**WHAT YOU NEED TO DO**
Copy out each line of the data that contains "right".

**EXCERPTED RECORDS**

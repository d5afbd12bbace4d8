package sweep

import (
	"bytes"
	"context"
	"fmt"
	"image"
	"image/color"
	"io"
	"runtime"
	"slices"
	"strings"
	"sync"
	"sync/atomic"

	"kerrscope/colormap"
	"kerrscope/render"
	"kerrscope/render/figure"
)

// hookStaged, if set (by tests), is called after each file of a frame is
// staged.
var hookStaged func(index int, name string)

// writeFrame renders point pt and commits its files (fileNames) into the
// output directory through render.Outputs, so that an error or a
// cancelled ctx leaves none of them behind. It returns their records,
// sorted by name.
func (p *Plan) writeFrame(ctx context.Context, pt Point, sc render.Scales, version string) ([]fileRecord, error) {
	f, err := render.RenderScene(ctx, pt.Scene, nil)
	if err == nil {
		err = render.CheckFinite(f)
	}
	if err != nil {
		return nil, err
	}
	out, err := render.NewOutputs(p.Dir())
	if err != nil {
		return nil, err
	}
	var recs []fileRecord
	put := func(name string, write func(io.Writer) error) error {
		if err := ctx.Err(); err != nil {
			return err
		}
		var hw *hashingWriter
		err := out.Write(name, func(w io.Writer) error {
			hw = newHashingWriter(w)
			return write(hw)
		})
		if err != nil {
			return err
		}
		recs = append(recs, hw.record(name))
		if hookStaged != nil {
			hookStaged(pt.Index, name)
		}
		return nil
	}
	if err := p.stageFrame(ctx, f, pt, sc, version, put); err != nil {
		out.Abort()
		return nil, err
	}
	if err := ctx.Err(); err != nil {
		out.Abort()
		return nil, err
	}
	if _, err := out.Commit(); err != nil {
		return nil, err
	}
	slices.SortFunc(recs, func(a, b fileRecord) int { return strings.Compare(a.Name, b.Name) })
	return recs, nil
}

// staged is one encoded file of a frame.
type staged struct {
	name string
	data []byte
}

// stageFrame writes every file of the frame through put, in a fixed
// order. The images of the maps (figures, pixel-exact and palette PNGs,
// the spectrum plot) are drawn and encoded on all cores at once, one map
// per goroutine; the CSV and FITS tables are streamed.
func (p *Plan) stageFrame(ctx context.Context, f *render.Frame, pt Point, sc render.Scales, version string, put func(string, func(io.Writer) error) error) error {
	o := pt.Scene.Output
	pre := p.framePrefix(pt.Index)
	encode := func(name string, img image.Image) (staged, error) {
		var b bytes.Buffer
		err := figure.EncodePNG(&b, img)
		return staged{name, b.Bytes()}, err
	}
	var jobs []func() ([]staged, error)
	for _, m := range o.Maps {
		jobs = append(jobs, func() ([]staged, error) {
			var out []staged
			var bare image.Image
			if o.Has("png") {
				panel := f.Panel(m, sc)
				bare = panel.Image // the same image as MapImage(m, sc)
				img, err := figure.DrawPanel(panel, 0)
				if err != nil {
					return nil, fmt.Errorf("%s figure: %w", m, err)
				}
				s, err := encode(pre+"-"+m+".png", img)
				if err != nil {
					return nil, err
				}
				out = append(out, s)
			}
			if o.Has("bare") {
				if bare == nil {
					bare = f.MapImage(m, sc)
				}
				s, err := encode(pre+"-"+m+"-bare.png", bare)
				if err != nil {
					return nil, err
				}
				out = append(out, s)
			}
			s, err := encode(pre+"-"+m+"-indexed.png", IndexedImage(f, m, sc))
			return append(out, s), err
		})
	}
	var spec render.Spectrum
	if o.Has("csv") {
		spec = f.Spectrum()
		if o.Has("png") {
			jobs = append(jobs, func() ([]staged, error) {
				title := fmt.Sprintf("line profile collapsed from the image, frame %d of %d", pt.Index, len(p.Points))
				img, err := figure.DrawPlot(render.SpectrumPlot(&spec, title, f.Res.Caption(), sc.FluxMax))
				if err != nil {
					return nil, fmt.Errorf("spectrum figure: %w", err)
				}
				s, err := encode(pre+"-spectrum.png", img)
				return []staged{s}, err
			})
		}
	}
	results := make([][]staged, len(jobs))
	errs := make([]error, len(jobs))
	var next atomic.Int64
	var wg sync.WaitGroup
	for range min(runtime.GOMAXPROCS(0), len(jobs)) {
		wg.Add(1)
		go func() {
			defer wg.Done()
			for {
				i := int(next.Add(1) - 1)
				if i >= len(jobs) || ctx.Err() != nil {
					return
				}
				results[i], errs[i] = jobs[i]()
			}
		}()
	}
	wg.Wait()
	if err := ctx.Err(); err != nil {
		return err
	}
	for i := range jobs {
		if errs[i] != nil {
			return errs[i]
		}
		for _, s := range results[i] {
			if err := put(s.name, func(w io.Writer) error { _, err := w.Write(s.data); return err }); err != nil {
				return err
			}
		}
	}
	if o.Has("csv") {
		caption := f.Res.Caption()
		if err := put(pre+"-spectrum.csv", func(w io.Writer) error { return spec.WriteCSV(w, caption) }); err != nil {
			return err
		}
	}
	if o.Has("fits") {
		if err := put(pre+"-maps.fits", func(w io.Writer) error { return f.WriteFITS(w, version) }); err != nil {
			return err
		}
	}
	return nil
}

// MapPalette returns the palette of a map's 8-bit images: for redshift,
// intensity and radius, colormap.Palette of the map's colour scale
// (index 0 no disk, 1 horizon, 2–255 the scale); for order, no disk,
// horizon, then the colormap.OrderCount order colours; for shadow, no
// disk, horizon, from infinity, edge.
func MapPalette(name string) color.Palette {
	switch name {
	case "redshift":
		return colormap.Palette(colormap.Redshift)
	case "intensity", "radius":
		return colormap.Palette(colormap.Sequential)
	case "order":
		p := color.Palette{colormap.NoHit, colormap.Shadow}
		for o := 0; o < colormap.OrderCount; o++ {
			p = append(p, colormap.Order(o))
		}
		return p
	}
	return color.Palette{colormap.NoHit, colormap.Shadow, render.EscapedColor, render.EdgeColor}
}

// IndexedImage returns the map as an 8-bit palette image (MapPalette)
// with the frame's scales sc: render's MapPixels classifies each pixel and
// places its value on the colour scale, which is indexed with
// colormap.PaletteIndex, so that no colour is ever quantised from RGB. It
// is the source of the sweep's GIFs.
func IndexedImage(f *render.Frame, name string, sc render.Scales) *image.Paletted {
	img := image.NewPaletted(image.Rect(0, 0, f.W, f.H), MapPalette(name))
	class, t := f.MapPixels(name, sc)
	for k, c := range class {
		idx := uint8(colormap.NoHitIndex)
		switch c {
		case render.Horizon:
			idx = colormap.ShadowIndex
		case render.OnScale:
			idx = colormap.PaletteIndex(t[k])
		case render.Category:
			idx = uint8(2 + int(t[k])%colormap.OrderCount)
		case render.Escaped:
			idx = 2
		case render.Edge:
			idx = 3
		}
		img.Pix[k] = idx // row stride = f.W
	}
	return img
}
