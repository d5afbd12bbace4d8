package maps

import (
	"math"

	"kerrscope/render/internal/figure"
	"kerrscope/render/pixels"
)

// OrientationMarks returns the marks that show how the hole and its disk
// are turned on the screen, centred on the hole (α = β = 0) when it is in
// the window, else on the window's centre:
//
//   - a straight arrow along +β, where the disk's angular momentum +z
//     projects for every inclination 0 < θo < 180° (β is the projected
//     spin axis); labelled "spin axis" for a > 0, and for a ≤ 0 "disk
//     axis +z" (for a < 0 with the note that the hole counter-rotates);
//
//   - a curved arrow along the projected circle of an orbit (semi-axes R
//     and R|cos θo|, flattened no further than 0.2 R) in the gas's
//     direction of motion, +φ: counter-clockwise on the screen for
//     θo ≤ 90° (seen from above the disk's plane), clockwise for
//     θo > 90°. Either way it moves towards the observer at α < 0, the
//     approaching side, where it runs towards the near side of the disk
//     (β < 0 for θo < 90°, β > 0 for θo > 90°).
//
//   - a sky compass in the lower right corner: north and east on the
//     screen for the scene's position angle PA of the projected spin axis
//     (observer.position_angle_deg, north through east). The screen is
//     not mirrored, so north is (sin PA, cos PA) and east (−cos PA,
//     sin PA) in (α, β) — the inverse of scene.SkyOffset.
//
// The arrows follow from the screen convention of raytrace.Observer
// (β along the projected +z, α to the observer's right); Cunningham &
// Bardeen (1973, ApJ 183, 237) use the same screen.
func OrientationMarks(f *pixels.Frame) []figure.Arrow {
	a0, a1, b0, b1 := f.Window()
	ca, cb := 0.0, 0.0
	if !(a0 < 0 && a1 > 0 && b0 < 0 && b1 > 0) {
		ca, cb = (a0+a1)/2, (b0+b1)/2
	}
	s := math.Min(a1-a0, b1-b0) / 2
	r := 0.8 * s
	cos := math.Cos(f.Res.Observer.InclinationDeg * math.Pi / 180)
	k := math.Max(math.Abs(cos), 0.2)

	length := 0.5 * s
	axis := figure.Arrow{Points: [][2]float64{{ca, cb}, {ca, cb + length}}, LabelAt: [2]float64{ca, cb + length + 0.1*s}}
	switch a := f.Res.Hole.Spin; {
	case a > 0:
		axis.Label = "spin axis"
	case a < 0:
		axis.Label, axis.Note = "disk axis +z", "hole counter-rotating"
	default:
		axis.Label = "disk axis +z"
	}

	// The orbit's projected ellipse, with a gap at the top for the axis
	// arrow: t runs over [130°, 410°] counter-clockwise, or back over
	// the same arc clockwise.
	const n = 120
	t0, t1 := 130.0, 410.0
	if f.Res.Observer.InclinationDeg > 90 {
		t0, t1 = t1, t0
	}
	pts := make([][2]float64, n+1)
	for i := range pts {
		t := (t0 + (t1-t0)*float64(i)/n) * math.Pi / 180
		pts[i] = [2]float64{ca + r*math.Cos(t), cb + r*k*math.Sin(t)}
	}
	orbit := figure.Arrow{Points: pts, Label: "orbital motion", LabelAt: [2]float64{ca, cb - r*k - 0.1*s}}
	return append([]figure.Arrow{axis, orbit}, skyCompass(f.Res.Observer.PositionAngleDeg, a0, a1, b0, b1)...)
}

// skyCompass returns a north and an east arrow from a point near the
// lower right corner of the window [a0, a1] × [b0, b1] (α, β in M), for
// the position angle pa (degrees) of the projected spin axis (+β).
func skyCompass(pa, a0, a1, b0, b1 float64) []figure.Arrow {
	s := math.Min(a1-a0, b1-b0)
	l := 0.09 * s
	ox, oy := a1-0.14*s, b0+0.14*s
	sp, cp := math.Sincos(pa * math.Pi / 180)
	arrow := func(label string, dx, dy float64) figure.Arrow {
		return figure.Arrow{Points: [][2]float64{{ox, oy}, {ox + l*dx, oy + l*dy}}, Label: label,
			LabelAt: [2]float64{ox + 1.45*l*dx, oy + 1.45*l*dy}}
	}
	return []figure.Arrow{arrow("N", sp, cp), arrow("E", -cp, sp)}
}
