package maps

import (
	"context"
	"math"
	"math/rand/v2"
	"slices"
	"testing"

	"kerrscope/render/pixels"
	"kerrscope/scene"
)

// nearestRank is the p-th percentile of equally weighted values by the
// nearest-rank definition, the inverse of the empirical distribution
// function (Hyndman & Fan 1996, Am. Stat. 50, 361, definition 1): the
// value of rank ceil(p/100 · N) in ascending order.
func nearestRank(vals []float64, p float64) float64 {
	s := slices.Clone(vals)
	slices.Sort(s)
	k := int(math.Ceil(p / 100 * float64(len(s))))
	return s[max(k, 1)-1]
}

// Percentiles with equal weights agree with the nearest-rank definition,
// and a weight of n counts as n copies of a value.
func TestPercentiles(t *testing.T) {
	rng := rand.New(rand.NewPCG(1, 2))
	vals := make([]float64, 1003)
	for i := range vals {
		vals[i] = rng.NormFloat64()
	}
	for _, p := range []float64{0, 0.5, 1, 5, 25, 49.9} {
		var s []Sample
		for _, v := range vals {
			s = append(s, Sample{v, 0.25})
		}
		lo, hi, ok := Percentiles(s, p)
		neg := make([]float64, len(vals))
		for i, v := range vals {
			neg[i] = -v
		}
		wantLo, wantHi := nearestRank(vals, p), -nearestRank(neg, p)
		if p == 0 {
			wantLo, wantHi = slices.Min(vals), slices.Max(vals)
		}
		if !ok || lo != wantLo || hi != wantHi {
			t.Errorf("p = %g: %v–%v, want %v–%v", p, lo, hi, wantLo, wantHi)
		}
	}
	// Weights as copies: 1 (weight 3) and 2..9 (weight 1 each), 11
	// samples of area; the 20th percentile is rank ceil(2.2) = 3 → 1;
	// the 30th, rank ceil(3.3) = 4 → 2.
	w := []Sample{{1, 3}}
	for v := 2.0; v <= 9; v++ {
		w = append(w, Sample{v, 1})
	}
	if lo, _, _ := Percentiles(slices.Clone(w), 20); lo != 1 {
		t.Errorf("20th percentile %v, want 1", lo)
	}
	if lo, _, _ := Percentiles(slices.Clone(w), 30); lo != 2 {
		t.Errorf("30th percentile %v, want 2", lo)
	}
	if _, _, ok := Percentiles([]Sample{{math.NaN(), 1}, {3, 0}}, 1); ok {
		t.Error("no usable sample, yet a range")
	}
}

// A frame's percentile scale: with every disk pixel's g set to known
// values, scales.percentile = 1 puts the redshift range at the 1st and
// 99th percentile of them by area (independently, the nearest rank of
// the sorted values, all pixels having one area), while 0 keeps the
// absolute extremes, which a handful of near-horizon values set.
func TestAutoScalesPercentile(t *testing.T) {
	s := scene.Default()
	s.Screen.Width, s.Screen.Height, s.Screen.FieldOfView = 64, 48, 70
	s.Output.Maps = []string{"redshift", "intensity"}
	r, err := s.Resolve()
	if err != nil {
		t.Fatal(err)
	}
	f, err := pixels.RenderScene(context.Background(), r, nil, pixels.KeepG|pixels.KeepLine)
	if err != nil {
		t.Fatal(err)
	}
	var disk []int
	for k := range f.First {
		if f.First[k] >= 0 {
			disk = append(disk, k)
		}
	}
	if len(disk) < 300 {
		t.Fatalf("only %d disk pixels", len(disk))
	}
	var gs []float64
	for i, k := range disk {
		g := 0.5 + 0.8*float64(i)/float64(len(disk)-1) // 0.5 … 1.3
		if i%211 == 5 {
			g = 0.0064 // a few pixels of light from just outside the horizon
		}
		f.G[f.First[k]][k] = float32(g)
		gs = append(gs, float64(float32(g)))
	}
	auto := AutoScales(f)
	if want := float64(float32(0.0064)); auto.GMin != want {
		t.Errorf("percentile 0: g min %v, want the smallest value %v", auto.GMin, want)
	}
	f.Res.Scales.Percentile = new(float64)
	*f.Res.Scales.Percentile = 1
	sc := AutoScales(f)
	neg := make([]float64, len(gs))
	for i, v := range gs {
		neg[i] = -v
	}
	if lo, hi := nearestRank(gs, 1), -nearestRank(neg, 1); sc.GMin != lo || sc.GMax != hi {
		t.Errorf("percentile 1: g %v–%v, want %v–%v", sc.GMin, sc.GMax, lo, hi)
	}
	if sc.GMin < 0.5 {
		t.Errorf("percentile 1: g min %v still set by the %d extreme pixels", sc.GMin, len(disk)/211+1)
	}
	// The scene's fixed ends win over the frame's choice, each on its own.
	g := 0.3
	f.Res.Scales.GMin = &g
	if got := (Scales{}).Fill(f); got.GMin != 0.3 || got.GMax != sc.GMax {
		t.Errorf("fixed g min: %v–%v, want 0.3–%v", got.GMin, got.GMax, sc.GMax)
	}
}

// The full ranges AutoScales takes at percentile 0 without gathering
// samples are those of Percentiles over the gathered samples.
func TestExtremesArePercentileZero(t *testing.T) {
	f := renderDefault(t, func(s *scene.Scene) {
		s.Screen.Width, s.Screen.Height, s.Screen.FieldOfView = 64, 48, 50
		s.Disk.Opaque = false
	})
	for name, c := range map[string]struct {
		fast    func(*pixels.Frame) (float64, float64, bool)
		samples func([]Sample, *pixels.Frame) []Sample
	}{"g": {gExtremes, GSamples}, "intensity": {intensityExtremes, IntensitySamples}} {
		lo, hi, ok := c.fast(f)
		wlo, whi, wok := Percentiles(c.samples(nil, f), 0)
		if !ok || !wok || lo != wlo || hi != whi {
			t.Errorf("%s: extremes %v … %v (%v), percentile 0 %v … %v (%v)", name, lo, hi, ok, wlo, whi, wok)
		}
	}
}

**SOLUTION**
//   - a sky compass in the lower right corner: north and east on the
// (β along the projected +z, α to the observer's right); Cunningham &
// lower right corner of the window [a0, a1] × [b0, b1] (α, β in M), for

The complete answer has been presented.